Arvid, Dagmar's lover, stops Loke from raping Signe. As the others watch Arvid and Loke fight, Signe strains to recover Loke's dropped knife. Frigg notices and alerts Dagmar, who tasks Frigg with Signe's punishment, cutting off a finger. When Signe calls Dagmar a witch, Dagmar gloats that she will soon allow the men to rape Signe, as she wants Frigg to have a younger sister. Instead of cutting off Signe's finger, Frigg frees her. As the others sleep, the two girls sneak out of the camp. The bandits wake and give chase, though Signe and Frigg evade them in the nearby forest.

One bandit dies when Signe destroys a log bridge as he attempts to cross it. Dagmar stops them from killing Signe, and the girls escape as the bandits search for another crossing point. Loke finds them at an outcrop, and Signe kills him as he again attempts to rape her. When the bandits find Loke's body, Dagmar tells them to spare Frigg's life but allows them to do what they wish to Signe. Meanwhile, the girls find a hunter's cabin, and, assuming it abandoned, camp there overnight. The hunter Trygve is surprised to find them there when he returns, but he feeds them and teaches Signe how to kill a bear with a spear.

When he learns that they're fleeing Dagmar's bandit group, he tells them that Dagmar was subjected to ordeal by water after her village was hit by the plague. Both of Dagmar's children died, and she barely escaped with her life. When Dagmar shows up at the cabin, Trygve attempts to reason with her, but she becomes enraged when Arvid suggests they allow Signe and Frigg to escape. Dagmar kills Arvid and Trygve is killed by the two remaining bandits Grim and Skjalg. Meanwhile the girls escape through the rear. The bandits eventually corner the girls at a cliff. Dagmar promises to allow Signe to live if Frigg surrenders. Signe, knowing that Dagmar will not keep her word, jumps off the cliff just as Dagmar signals Grim to kill her.
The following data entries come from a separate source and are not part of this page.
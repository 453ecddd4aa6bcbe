//! The price of today's choice: what a mix held until the next decision changes by the end of the season.
//!
//! Methods: `docs/methods.md`, section 8.

use std::sync::Mutex;

use chrono::{Days, NaiveDate};
use rayon::prelude::*;

use crate::mix::{Asked, Perturbed, Setting};
use crate::profile::Profile;
use crate::rank::{Criterion, Progress};

use super::outcome::{Exhausted, season_site};
use super::plan::Plan;
use super::reached;
use super::run::{Choosing, Setup, run};
use super::skies::Skies;
use super::tally::Score;

/// Members behind the range of a price (choice: each costs a season for every mix).
pub const PRICE_MEMBERS: usize = 5;

/// What the prices of mixes are asked with.
#[derive(Clone, Copy)]
pub struct Pricing<'a> {
    /// The cast.
    pub start: &'a Profile,
    /// Its perturbed cases.
    pub perturbed: &'a Perturbed,
    /// The day of the cast.
    pub begins: NaiveDate,
    /// The day decided for: from the cast to it what is set now stays.
    pub on: NaiveDate,
    /// What is set now.
    pub now: Option<&'a Setting>,
    /// The plan.
    pub plan: &'a Plan,
    /// The case.
    pub skies: &'a Skies,
    /// Days until the next decision, and between those after it.
    pub decide_days: u32,
    /// What counts first where the mix of a later day is chosen.
    pub order: &'a [Criterion],
}

/// A change in days against the mix that prices are told against, with its range over the members.
#[derive(Debug, Clone, Copy, PartialEq)]
pub struct Change {
    /// From the cast as it is.
    pub days: i64,
    /// Least and greatest over the members and the cast itself.
    pub range: (i64, i64),
}

impl Change {
    fn of(days: i64, members: impl Iterator<Item = i64>) -> Self {
        let range = members.fold((days, days), |(low, high), one| (low.min(one), high.max(one)));
        Self { days, range }
    }

    /// Whether it is more than can be told: all of its range lies on one side of no change.
    pub fn is_told(self) -> bool {
        self.range.0 > 0 || self.range.1 < 0
    }
}

/// The price of a mix.
#[derive(Debug, Clone, Copy, PartialEq)]
pub struct Price {
    /// Days by which cold water runs out later; `None` where that is not known. A season in which it does not run out
    /// counts as running out on the day after its last.
    pub exhausted: Option<Change>,
    /// Whether, from the cast as it is, cold water lasts to the end of the season: with the mix that prices are told
    /// against, and with this one.
    pub lasts: [bool; 2],
    /// Days more outside the hard targets; `None` where a season stops before its plan, so that they cannot be counted.
    pub outside: Option<Change>,
}

/// What a season comes to, as far as prices go.
#[derive(Debug, Clone, Copy)]
struct Cost {
    exhausted: Option<NaiveDate>,
    lasts: bool,
    outside: Option<u32>,
}

/// The price of each mix if it is set on the day decided for and held until the next decision as long as no limit
/// stands against it, the best mix of the day from then on: against the first of them. From the cast to the day decided
/// for what is set now stays; where that is not known, the first of them. `None` where the caller stops it, or the cast
/// shows no water.
pub fn prices(of: &Pricing, mixes: &[&Setting], progress: Progress) -> Option<Vec<Price>> {
    let columns = of.perturbed.columns().take(PRICE_MEMBERS);
    let perturbed = columns.map(|column| Profile { column: column.clone(), ..of.start.clone() });
    let casts: Vec<Profile> = std::iter::once(of.start.clone()).chain(perturbed).collect();
    let jobs: Vec<(&Profile, &Setting)> =
        casts.iter().flat_map(|cast| mixes.iter().map(move |mix| (cast, *mix))).collect();
    let before = of.now.or(mixes.first().copied());
    let done = Mutex::new(0_usize);
    let cost = |&(cast, mix): &(&Profile, &Setting)| {
        let cost = held(of, cast, before, mix, progress)?;
        let count = done.lock().map_or(0, |mut done| {
            *done += 1;
            *done
        });
        progress(count as f64 / jobs.len() as f64).is_continue().then_some(cost)
    };
    let costs: Vec<Cost> = jobs.par_iter().map(cost).collect::<Option<_>>()?;
    let by_cast: Vec<&[Cost]> = costs.chunks(mixes.len().max(1)).collect();
    Some((0..mixes.len()).filter_map(|mix| price(&by_cast, mix)).collect())
}

/// The price of a mix, from the costs of every mix on the cast and on each member. What one member cannot tell has no
/// range.
fn price(by_cast: &[&[Cost]], mix: usize) -> Option<Price> {
    let pairs: Vec<(Cost, Cost)> =
        by_cast.iter().filter_map(|costs| Some((*costs.first()?, *costs.get(mix)?))).collect();
    let later = |(base, this): &(Cost, Cost)| Some((this.exhausted? - base.exhausted?).num_days());
    let more = |(base, this): &(Cost, Cost)| Some(i64::from(this.outside?) - i64::from(base.outside?));
    let change = |of: &dyn Fn(&(Cost, Cost)) -> Option<i64>| {
        let days: Vec<i64> = pairs.iter().map(of).collect::<Option<_>>()?;
        let (cast, members) = days.split_first()?;
        Some(Change::of(*cast, members.iter().copied()))
    };
    let (base, this) = pairs.first()?;
    Some(Price { exhausted: change(&later), lasts: [base.lasts, this.lasts], outside: change(&more) })
}

/// What comes of holding a mix from the day decided for to the next decision.
fn held(
    of: &Pricing,
    start: &Profile,
    before: Option<&Setting>,
    mix: &Setting,
    progress: Progress,
) -> Option<Cost> {
    let next = of.on.checked_add_days(Days::new(of.decide_days.into()))?;
    let setup = Setup {
        start,
        begins: of.begins,
        decides: of.on,
        now: before,
        plan: of.plan,
        skies: of.skies,
        choosing: Choosing::Held(Asked::of(&of.skies.site, mix), next),
        decide_days: of.decide_days,
        order: of.order,
    };
    // whoever is told how much is done is told of whole seasons
    let season = run(&setup, &|_| progress(0.0))?;
    let site = season_site(&setup);
    let reached = reached::reached(&setup, &site, &season);
    let end = season.days.last().and_then(|day| day.date.succ_opt());
    let (exhausted, lasts) = match reached::exhausted(&reached, &season).first {
        Exhausted::On(date) => (Some(date), false),
        Exhausted::NotBy(_) => (end, true),
        Exhausted::Unknown(_) => (None, false),
    };
    let score = Score::of(&setup, &season);
    let outside = (season.ended.is_none() && score.lost == 0).then_some(score.days_outside);
    Some(Cost { exhausted, lasts, outside })
}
Signe survives her fall, and, after dreaming of her murdered family, buries Trygve. After retrieving his spear, she goads Skjalg into chasing her and uses it to impale him as Trygve taught her. Her next trap fails to kill Grim, and she is forced to use a bow and arrow to shoot him, a weapon that her father had unsuccessfully attempted to teach her earlier. Her first shot misses. Remaining calm, she hits and kills Grim with her second shot. Dagmar uses Frigg as bait to lure Signe. As Signe frees the bound girl, Dagmar attacks. As Dagmar drowns Signe in a river, Frigg calls out to her, addressing Dagmar as her mother. Dagmar turns toward her joyously, and Signe kills Dagmar while her back is turned. Together, the girls bury Signe's family, and Signe hands Frigg a necklace she made for her brother. When Frigg asks what the rune on it means, Signe explains that it means "family".

== Cast ==
- Isabel Christine Andreasen as Signe
- Ingrid Bolsø Berdal as Dagmar
- Milla Olin as Frigg
- Tobias Santelmann as Arvid
- Bjørn Moan as Loke
- Hallvard Holmen as Harald
- Iren Reppen as Synnøve
- Hans Jacob Sand as Trygve
- Martin Slaatto as Brynjar
- Kristian Espedal as Grim
- Richard Skog as Skjalg
- Eirik Holden as Tormod

== Production ==
Shooting took place in Sirdal Municipality, Norway. The bandits were intended to be surviving followers of the old Æsir-religion, but all references to this were deleted from the final film. The scene where Signe and Frigg climb across the chasm was filmed using two meter-high rocks at the side of a regular road and the chasm was added digitally in post-production.

== Release ==
Escape premiered at the 2012 Slash Film Festival on 20 September and had its Norwegian theatrical premiere on 27 September.

== Reception ==
Alissa Simon of Variety wrote: "This simple but adrenaline-fueled survival tale boasts impressively muscular direction from Norwegian director Roar Uthaug". Thomas Spurlin of DVD Talk rated it 3/5 stars and wrote: "The visual tone, raw energy, and an absorbing pair of performances from Isabel Christine Andreasen and Ingrid Bolso Berdal elevate the simple-focused depiction of two girls' escape, a tense rush through picturesque landscapes that compensates for unlikelihood with sheer edge". Bill Gibron of DVD Verdict wrote: "If you want something a bit different in the one against nature subgenre, Escape will entertain. Just get all images of Katniss Everdeen and her kid killing contest out of your mind and you'll enjoy this".